SUPPLIED DATA Block Start
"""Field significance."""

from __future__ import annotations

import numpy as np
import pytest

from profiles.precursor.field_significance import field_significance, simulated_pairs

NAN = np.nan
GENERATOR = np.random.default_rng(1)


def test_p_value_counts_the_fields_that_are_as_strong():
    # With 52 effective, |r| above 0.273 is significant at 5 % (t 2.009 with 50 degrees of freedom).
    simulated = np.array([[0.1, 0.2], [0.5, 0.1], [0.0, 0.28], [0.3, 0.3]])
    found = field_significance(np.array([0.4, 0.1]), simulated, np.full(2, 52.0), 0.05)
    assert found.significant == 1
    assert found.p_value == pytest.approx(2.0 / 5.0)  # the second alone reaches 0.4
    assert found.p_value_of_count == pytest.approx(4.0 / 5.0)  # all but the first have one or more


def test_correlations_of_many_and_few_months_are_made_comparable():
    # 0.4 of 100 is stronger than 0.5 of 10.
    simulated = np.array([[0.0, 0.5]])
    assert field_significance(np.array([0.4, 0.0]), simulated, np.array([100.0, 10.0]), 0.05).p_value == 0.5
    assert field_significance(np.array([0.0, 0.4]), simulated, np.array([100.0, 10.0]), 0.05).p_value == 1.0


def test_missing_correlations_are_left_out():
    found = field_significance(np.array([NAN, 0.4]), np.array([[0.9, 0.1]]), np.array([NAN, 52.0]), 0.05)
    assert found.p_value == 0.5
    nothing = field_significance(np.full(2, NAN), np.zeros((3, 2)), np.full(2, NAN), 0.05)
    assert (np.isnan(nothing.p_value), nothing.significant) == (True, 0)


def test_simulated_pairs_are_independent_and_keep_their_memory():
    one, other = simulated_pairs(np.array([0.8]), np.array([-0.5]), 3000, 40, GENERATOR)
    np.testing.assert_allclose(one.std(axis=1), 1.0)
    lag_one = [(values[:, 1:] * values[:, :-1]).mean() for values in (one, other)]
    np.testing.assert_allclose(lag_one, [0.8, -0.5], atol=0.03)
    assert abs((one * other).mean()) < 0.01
SUPPLIED DATA Block End
SUPPLIED DATA Block Start
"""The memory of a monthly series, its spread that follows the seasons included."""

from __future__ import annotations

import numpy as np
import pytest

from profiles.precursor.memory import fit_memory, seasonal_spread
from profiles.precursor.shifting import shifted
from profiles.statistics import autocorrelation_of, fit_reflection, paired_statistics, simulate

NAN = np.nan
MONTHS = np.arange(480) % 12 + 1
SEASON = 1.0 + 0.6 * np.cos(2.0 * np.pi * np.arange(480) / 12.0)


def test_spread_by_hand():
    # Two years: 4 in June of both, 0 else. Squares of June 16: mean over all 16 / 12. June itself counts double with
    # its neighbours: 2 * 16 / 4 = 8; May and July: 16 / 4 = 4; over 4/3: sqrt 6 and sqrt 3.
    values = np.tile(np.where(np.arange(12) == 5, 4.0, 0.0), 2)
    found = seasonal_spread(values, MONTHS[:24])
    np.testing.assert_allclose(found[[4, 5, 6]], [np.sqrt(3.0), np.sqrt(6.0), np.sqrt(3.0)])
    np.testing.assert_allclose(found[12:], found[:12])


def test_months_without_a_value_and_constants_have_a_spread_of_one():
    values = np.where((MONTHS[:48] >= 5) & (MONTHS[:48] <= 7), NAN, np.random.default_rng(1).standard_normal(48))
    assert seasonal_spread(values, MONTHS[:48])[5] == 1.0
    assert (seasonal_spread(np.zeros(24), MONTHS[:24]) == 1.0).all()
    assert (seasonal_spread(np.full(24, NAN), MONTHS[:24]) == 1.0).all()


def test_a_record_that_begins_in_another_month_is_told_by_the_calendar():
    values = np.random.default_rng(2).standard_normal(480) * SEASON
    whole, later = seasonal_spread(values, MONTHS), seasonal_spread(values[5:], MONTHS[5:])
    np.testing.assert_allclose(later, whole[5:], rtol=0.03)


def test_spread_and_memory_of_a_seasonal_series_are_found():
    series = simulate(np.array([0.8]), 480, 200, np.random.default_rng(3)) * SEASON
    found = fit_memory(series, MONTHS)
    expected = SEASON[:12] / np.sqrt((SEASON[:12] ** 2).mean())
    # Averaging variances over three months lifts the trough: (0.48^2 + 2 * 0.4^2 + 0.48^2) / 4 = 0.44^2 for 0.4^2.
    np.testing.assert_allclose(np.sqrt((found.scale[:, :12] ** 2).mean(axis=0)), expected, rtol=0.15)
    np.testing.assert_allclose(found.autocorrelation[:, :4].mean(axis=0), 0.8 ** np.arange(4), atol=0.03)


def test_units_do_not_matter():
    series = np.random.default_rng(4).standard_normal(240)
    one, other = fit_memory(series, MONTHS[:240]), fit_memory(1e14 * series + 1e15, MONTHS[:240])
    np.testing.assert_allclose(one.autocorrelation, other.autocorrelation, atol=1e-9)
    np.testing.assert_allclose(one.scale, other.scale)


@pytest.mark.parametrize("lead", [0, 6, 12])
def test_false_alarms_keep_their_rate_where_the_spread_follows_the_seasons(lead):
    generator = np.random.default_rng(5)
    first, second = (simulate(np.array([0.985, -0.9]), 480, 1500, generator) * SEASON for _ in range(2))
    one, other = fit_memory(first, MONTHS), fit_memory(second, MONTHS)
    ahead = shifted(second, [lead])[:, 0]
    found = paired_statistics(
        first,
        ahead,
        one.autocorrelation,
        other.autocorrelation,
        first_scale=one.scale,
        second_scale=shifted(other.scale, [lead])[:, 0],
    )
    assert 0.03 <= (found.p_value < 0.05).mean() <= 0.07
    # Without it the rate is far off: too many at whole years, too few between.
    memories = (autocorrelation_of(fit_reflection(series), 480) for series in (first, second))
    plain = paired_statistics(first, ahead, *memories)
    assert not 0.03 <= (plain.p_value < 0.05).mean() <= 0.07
SUPPLIED DATA Block End
SUPPLIED DATA Block Start
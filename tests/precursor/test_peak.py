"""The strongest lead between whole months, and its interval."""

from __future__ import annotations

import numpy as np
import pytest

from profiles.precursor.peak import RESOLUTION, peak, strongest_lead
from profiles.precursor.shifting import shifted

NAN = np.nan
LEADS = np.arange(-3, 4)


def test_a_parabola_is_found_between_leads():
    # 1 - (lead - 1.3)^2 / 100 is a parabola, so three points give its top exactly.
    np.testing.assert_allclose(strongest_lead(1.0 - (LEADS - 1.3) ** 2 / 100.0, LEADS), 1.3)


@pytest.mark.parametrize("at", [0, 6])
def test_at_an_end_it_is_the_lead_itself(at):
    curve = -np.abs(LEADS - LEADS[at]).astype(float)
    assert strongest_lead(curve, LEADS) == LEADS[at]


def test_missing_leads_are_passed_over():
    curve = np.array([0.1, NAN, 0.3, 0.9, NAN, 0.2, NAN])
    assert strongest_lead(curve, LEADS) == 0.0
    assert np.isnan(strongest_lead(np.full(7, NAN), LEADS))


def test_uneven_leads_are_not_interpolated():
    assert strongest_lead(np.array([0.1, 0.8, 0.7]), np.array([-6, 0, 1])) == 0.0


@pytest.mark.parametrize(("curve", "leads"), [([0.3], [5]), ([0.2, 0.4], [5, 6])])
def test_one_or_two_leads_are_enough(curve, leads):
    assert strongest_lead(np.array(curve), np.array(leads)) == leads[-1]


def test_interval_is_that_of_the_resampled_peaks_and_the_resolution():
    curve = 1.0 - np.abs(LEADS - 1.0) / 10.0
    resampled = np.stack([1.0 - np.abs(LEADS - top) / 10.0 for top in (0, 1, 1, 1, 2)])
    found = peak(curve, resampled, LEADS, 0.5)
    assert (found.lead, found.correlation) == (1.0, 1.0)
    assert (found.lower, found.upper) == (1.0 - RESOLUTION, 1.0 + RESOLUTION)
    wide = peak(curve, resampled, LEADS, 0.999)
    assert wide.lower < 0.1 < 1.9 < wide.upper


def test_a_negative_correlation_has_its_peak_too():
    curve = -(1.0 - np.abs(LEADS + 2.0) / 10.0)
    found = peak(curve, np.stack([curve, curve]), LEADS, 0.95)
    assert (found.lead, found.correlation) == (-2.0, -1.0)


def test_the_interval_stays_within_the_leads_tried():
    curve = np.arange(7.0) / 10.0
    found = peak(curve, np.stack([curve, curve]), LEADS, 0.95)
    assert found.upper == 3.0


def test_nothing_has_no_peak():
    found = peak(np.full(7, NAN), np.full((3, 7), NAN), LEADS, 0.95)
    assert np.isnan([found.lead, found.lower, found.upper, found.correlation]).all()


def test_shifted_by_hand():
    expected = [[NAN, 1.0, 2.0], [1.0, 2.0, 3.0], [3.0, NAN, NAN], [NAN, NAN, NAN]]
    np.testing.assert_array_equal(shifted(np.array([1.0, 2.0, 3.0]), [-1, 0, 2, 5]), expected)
SUPPLIED DATA Block End
TASK DESCRIPTION –
Only one stretch of the entries above is wanted: the lines from the one containing "assert strongest_lead(np.array(curve), np.array(leads))" through the one containing "found = peak(curve, resampled, LEADS, 0.5)". Please reproduce it exactly.

EXPECTED OUTPUT –
    assert strongest_lead(np.array(curve), np.array(leads)) == leads[-1]


def test_interval_is_that_of_the_resampled_peaks_and_the_resolution():
    curve = 1.0 - np.abs(LEADS - 1.0) / 10.0
    resampled = np.stack([1.0 - np.abs(LEADS - top) / 10.0 for top in (0, 1, 1, 1, 2)])
    found = peak(curve, resampled, LEADS, 0.5)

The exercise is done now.